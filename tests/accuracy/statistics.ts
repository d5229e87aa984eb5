/** How an authority and the engine differ, in days. */
export interface Accuracy {
  name: string;
  count: number;
  meanDays: number;
  sdDays: number;
  /** Largest difference, whatever its sign. */
  maxDays: number;
}

/** Mean, standard deviation and largest difference, to a thousandth of a day. */
export function accuracyOf(name: string, differencesDays: readonly number[]): Accuracy {
  const count = differencesDays.length;
  const mean = differencesDays.reduce((sum, one) => sum + one, 0) / count;
  const variance = differencesDays.reduce((sum, one) => sum + (one - mean) ** 2, 0) / count;
  return {
    name,
    count,
    meanDays: rounded(mean),
    sdDays: rounded(Math.sqrt(variance)),
    maxDays: rounded(Math.max(...differencesDays.map(Math.abs))),
  };
}

function rounded(days: number): number {
  const value = Math.round(days * 1000) / 1000;
  return value === 0 ? 0 : value;
}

### Problem statement
Repeat each record word for word. Do not leave any out.

### Your response
filename tests/accuracy/statistics.ts
repository d5229e87aa984eb5
/** How an authority and the engine differ, in days. */
export interface Accuracy {
  name: string;
  count: number;
  meanDays: number;
  sdDays: number;
  /** Largest difference, whatever its sign. */
  maxDays: number;
}

/** Mean, standard deviation and largest difference, to a thousandth of a day. */
export function accuracyOf(name: string, differencesDays: readonly number[]): Accuracy {
  const count = differencesDays.length;
  const mean = differencesDays.reduce((sum, one) => sum + one, 0) / count;
  const variance = differencesDays.reduce((sum, one) => sum + (one - mean) ** 2, 0) / count;
  return {
    name,
    count,
    meanDays: rounded(mean),
    sdDays: rounded(Math.sqrt(variance)),
    maxDays: rounded(Math.max(...differencesDays.map(Math.abs))),
  };
}

function rounded(days: number): number {
  const value = Math.round(days * 1000) / 1000;
  return value === 0 ? 0 : value;
}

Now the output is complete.